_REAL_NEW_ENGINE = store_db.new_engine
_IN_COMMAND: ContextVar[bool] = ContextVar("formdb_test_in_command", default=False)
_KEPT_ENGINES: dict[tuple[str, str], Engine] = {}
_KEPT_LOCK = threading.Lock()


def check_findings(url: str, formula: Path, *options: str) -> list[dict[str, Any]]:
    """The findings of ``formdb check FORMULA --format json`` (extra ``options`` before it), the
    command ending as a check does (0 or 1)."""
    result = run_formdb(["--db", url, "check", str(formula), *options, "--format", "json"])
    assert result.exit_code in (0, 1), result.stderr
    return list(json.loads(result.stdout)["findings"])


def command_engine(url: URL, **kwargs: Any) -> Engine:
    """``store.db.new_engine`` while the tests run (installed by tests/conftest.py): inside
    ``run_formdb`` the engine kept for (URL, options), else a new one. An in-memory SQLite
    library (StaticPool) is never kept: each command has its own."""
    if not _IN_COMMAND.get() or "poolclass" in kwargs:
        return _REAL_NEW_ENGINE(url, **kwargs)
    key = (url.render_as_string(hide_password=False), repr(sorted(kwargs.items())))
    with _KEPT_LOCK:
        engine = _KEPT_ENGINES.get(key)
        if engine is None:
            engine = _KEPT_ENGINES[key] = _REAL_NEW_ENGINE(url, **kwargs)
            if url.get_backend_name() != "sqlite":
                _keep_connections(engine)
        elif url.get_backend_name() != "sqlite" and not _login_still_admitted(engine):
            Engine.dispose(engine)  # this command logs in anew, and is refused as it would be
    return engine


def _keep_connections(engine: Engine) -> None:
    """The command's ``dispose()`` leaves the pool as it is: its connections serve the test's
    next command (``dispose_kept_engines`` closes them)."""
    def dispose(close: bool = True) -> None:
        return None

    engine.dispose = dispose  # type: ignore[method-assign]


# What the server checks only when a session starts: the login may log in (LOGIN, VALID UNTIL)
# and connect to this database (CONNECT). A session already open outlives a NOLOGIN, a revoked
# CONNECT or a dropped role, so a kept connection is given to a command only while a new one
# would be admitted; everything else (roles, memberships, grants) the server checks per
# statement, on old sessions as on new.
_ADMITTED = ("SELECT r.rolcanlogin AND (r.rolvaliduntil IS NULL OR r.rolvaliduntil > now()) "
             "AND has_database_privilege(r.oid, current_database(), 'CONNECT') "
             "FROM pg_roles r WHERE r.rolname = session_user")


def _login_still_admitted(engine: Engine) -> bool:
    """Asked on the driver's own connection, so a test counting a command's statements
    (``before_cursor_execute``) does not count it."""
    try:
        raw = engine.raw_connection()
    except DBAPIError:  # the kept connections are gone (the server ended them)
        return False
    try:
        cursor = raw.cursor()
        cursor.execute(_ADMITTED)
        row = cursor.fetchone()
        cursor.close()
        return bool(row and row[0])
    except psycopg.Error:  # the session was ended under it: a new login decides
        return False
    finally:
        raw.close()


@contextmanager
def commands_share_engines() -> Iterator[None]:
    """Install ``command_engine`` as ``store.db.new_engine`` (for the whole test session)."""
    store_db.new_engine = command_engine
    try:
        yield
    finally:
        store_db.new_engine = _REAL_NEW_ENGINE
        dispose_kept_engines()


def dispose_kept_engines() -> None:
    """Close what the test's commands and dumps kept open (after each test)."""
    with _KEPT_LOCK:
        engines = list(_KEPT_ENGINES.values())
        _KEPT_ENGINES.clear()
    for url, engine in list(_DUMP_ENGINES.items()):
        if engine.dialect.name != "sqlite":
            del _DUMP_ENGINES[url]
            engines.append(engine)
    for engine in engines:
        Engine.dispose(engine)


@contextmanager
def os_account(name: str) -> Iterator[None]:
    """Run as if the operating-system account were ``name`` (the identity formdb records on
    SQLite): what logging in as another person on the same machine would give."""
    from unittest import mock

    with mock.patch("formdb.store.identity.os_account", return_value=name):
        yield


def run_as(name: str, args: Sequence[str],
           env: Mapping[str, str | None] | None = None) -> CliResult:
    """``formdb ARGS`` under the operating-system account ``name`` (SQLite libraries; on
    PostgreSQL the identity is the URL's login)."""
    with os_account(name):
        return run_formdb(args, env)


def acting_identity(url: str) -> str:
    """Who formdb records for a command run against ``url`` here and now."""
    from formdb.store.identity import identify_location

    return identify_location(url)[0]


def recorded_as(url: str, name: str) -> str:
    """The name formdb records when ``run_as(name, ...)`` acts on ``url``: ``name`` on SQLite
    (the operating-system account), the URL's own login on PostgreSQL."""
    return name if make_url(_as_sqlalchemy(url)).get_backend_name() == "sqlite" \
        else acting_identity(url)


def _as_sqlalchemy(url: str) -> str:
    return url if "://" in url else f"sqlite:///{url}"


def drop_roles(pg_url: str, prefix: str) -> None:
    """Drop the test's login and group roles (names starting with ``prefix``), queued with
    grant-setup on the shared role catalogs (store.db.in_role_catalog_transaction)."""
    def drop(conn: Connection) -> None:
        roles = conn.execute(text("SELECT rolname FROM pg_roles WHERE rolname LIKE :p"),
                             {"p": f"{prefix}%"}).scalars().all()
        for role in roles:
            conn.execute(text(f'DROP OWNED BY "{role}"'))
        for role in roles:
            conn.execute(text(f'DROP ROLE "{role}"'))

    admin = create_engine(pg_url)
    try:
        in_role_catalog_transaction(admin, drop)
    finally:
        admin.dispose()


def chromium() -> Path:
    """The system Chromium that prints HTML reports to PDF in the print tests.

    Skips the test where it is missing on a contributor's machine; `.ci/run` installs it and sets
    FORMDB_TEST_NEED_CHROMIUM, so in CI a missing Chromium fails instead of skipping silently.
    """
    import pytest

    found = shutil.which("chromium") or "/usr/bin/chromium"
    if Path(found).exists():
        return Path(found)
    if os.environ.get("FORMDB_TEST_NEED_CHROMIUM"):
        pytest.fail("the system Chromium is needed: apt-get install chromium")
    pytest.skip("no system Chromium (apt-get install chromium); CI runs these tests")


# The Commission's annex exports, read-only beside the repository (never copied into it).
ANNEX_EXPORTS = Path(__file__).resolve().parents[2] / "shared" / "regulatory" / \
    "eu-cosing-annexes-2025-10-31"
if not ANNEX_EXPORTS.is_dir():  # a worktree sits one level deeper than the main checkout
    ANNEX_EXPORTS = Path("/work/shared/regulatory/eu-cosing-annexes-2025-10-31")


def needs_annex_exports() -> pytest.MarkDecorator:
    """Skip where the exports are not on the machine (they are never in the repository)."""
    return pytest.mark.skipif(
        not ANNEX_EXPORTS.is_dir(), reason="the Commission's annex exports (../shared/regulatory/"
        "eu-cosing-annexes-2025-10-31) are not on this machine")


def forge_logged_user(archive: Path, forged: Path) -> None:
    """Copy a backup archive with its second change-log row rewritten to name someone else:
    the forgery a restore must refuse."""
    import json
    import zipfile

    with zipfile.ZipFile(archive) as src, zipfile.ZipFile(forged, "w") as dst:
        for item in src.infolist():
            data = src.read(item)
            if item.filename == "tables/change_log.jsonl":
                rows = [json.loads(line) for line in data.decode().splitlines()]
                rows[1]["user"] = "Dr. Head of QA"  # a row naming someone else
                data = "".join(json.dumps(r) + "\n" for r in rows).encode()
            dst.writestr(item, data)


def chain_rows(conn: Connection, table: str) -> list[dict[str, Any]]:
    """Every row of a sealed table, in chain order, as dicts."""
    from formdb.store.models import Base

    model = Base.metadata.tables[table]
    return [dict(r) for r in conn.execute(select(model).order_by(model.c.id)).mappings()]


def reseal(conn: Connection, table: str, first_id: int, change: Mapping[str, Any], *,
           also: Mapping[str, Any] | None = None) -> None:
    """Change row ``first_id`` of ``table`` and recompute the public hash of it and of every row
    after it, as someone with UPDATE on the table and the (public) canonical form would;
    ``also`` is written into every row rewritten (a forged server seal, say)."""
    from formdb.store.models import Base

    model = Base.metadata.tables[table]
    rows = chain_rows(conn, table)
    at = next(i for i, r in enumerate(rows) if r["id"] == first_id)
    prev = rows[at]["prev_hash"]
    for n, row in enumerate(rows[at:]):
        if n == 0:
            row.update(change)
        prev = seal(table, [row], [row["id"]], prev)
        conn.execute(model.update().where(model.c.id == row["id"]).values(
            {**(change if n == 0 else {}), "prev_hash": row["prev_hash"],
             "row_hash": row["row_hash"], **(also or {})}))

* * *

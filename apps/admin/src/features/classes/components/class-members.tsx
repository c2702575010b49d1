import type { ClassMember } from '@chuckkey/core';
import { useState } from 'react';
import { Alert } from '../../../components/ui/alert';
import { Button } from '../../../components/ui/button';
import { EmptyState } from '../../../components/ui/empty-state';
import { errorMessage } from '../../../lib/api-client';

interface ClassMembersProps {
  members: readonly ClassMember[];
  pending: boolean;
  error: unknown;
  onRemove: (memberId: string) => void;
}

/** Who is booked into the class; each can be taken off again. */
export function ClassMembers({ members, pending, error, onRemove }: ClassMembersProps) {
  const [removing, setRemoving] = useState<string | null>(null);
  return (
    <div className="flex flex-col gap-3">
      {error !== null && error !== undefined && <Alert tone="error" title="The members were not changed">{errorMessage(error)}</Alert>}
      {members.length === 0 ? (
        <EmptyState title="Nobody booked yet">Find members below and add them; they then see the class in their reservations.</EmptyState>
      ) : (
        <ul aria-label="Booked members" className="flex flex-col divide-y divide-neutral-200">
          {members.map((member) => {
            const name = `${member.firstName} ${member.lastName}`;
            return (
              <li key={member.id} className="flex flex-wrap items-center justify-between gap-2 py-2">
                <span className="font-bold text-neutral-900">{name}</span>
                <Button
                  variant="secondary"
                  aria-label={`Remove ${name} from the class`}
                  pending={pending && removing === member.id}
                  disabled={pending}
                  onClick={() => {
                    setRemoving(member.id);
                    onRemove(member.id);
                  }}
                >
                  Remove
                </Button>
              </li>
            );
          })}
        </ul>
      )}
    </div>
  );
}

==

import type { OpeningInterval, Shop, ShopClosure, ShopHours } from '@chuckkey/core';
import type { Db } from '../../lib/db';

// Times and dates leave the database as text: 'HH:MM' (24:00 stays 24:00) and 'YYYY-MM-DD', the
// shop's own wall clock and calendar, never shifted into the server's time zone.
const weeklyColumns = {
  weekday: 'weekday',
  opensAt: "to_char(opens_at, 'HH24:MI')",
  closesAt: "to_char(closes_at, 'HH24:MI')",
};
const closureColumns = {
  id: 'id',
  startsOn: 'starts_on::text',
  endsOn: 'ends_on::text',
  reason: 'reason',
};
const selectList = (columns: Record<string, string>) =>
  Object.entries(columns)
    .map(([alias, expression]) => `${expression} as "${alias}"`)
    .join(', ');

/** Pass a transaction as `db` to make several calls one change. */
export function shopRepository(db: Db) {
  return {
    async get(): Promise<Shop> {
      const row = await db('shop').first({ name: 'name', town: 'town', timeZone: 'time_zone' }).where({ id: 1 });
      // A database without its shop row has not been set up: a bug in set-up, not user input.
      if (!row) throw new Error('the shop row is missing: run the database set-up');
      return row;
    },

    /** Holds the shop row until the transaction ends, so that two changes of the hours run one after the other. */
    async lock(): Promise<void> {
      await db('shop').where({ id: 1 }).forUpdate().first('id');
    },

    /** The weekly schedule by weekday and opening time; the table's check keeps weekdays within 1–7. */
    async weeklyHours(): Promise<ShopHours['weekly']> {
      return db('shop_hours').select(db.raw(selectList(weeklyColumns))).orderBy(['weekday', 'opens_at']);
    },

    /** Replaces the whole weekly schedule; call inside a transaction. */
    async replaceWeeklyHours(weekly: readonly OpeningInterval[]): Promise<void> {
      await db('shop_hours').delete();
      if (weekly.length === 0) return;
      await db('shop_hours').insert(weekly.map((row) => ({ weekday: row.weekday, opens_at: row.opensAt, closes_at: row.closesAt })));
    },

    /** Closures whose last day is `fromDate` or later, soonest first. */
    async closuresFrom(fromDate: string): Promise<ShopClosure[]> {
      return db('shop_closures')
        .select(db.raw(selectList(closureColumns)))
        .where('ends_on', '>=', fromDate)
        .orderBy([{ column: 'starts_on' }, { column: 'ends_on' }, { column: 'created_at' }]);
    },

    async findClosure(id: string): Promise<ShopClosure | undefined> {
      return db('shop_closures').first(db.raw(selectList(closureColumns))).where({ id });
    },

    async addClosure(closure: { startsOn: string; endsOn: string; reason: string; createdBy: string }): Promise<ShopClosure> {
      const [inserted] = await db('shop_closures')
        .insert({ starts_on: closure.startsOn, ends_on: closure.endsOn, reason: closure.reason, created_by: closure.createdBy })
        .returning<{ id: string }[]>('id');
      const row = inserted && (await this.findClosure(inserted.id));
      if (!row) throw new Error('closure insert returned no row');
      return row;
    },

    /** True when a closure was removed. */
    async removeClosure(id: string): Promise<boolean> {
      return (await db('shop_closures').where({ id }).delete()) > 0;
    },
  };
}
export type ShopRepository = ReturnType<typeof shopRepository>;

Task brief:
Report all lines in the listing above that contain the word "archive".

Answer to this task:
def forge_logged_user(archive: Path, forged: Path) -> None:
    """Copy a backup archive with its second change-log row rewritten to name someone else:
    with zipfile.ZipFile(archive) as src, zipfile.ZipFile(forged, "w") as dst:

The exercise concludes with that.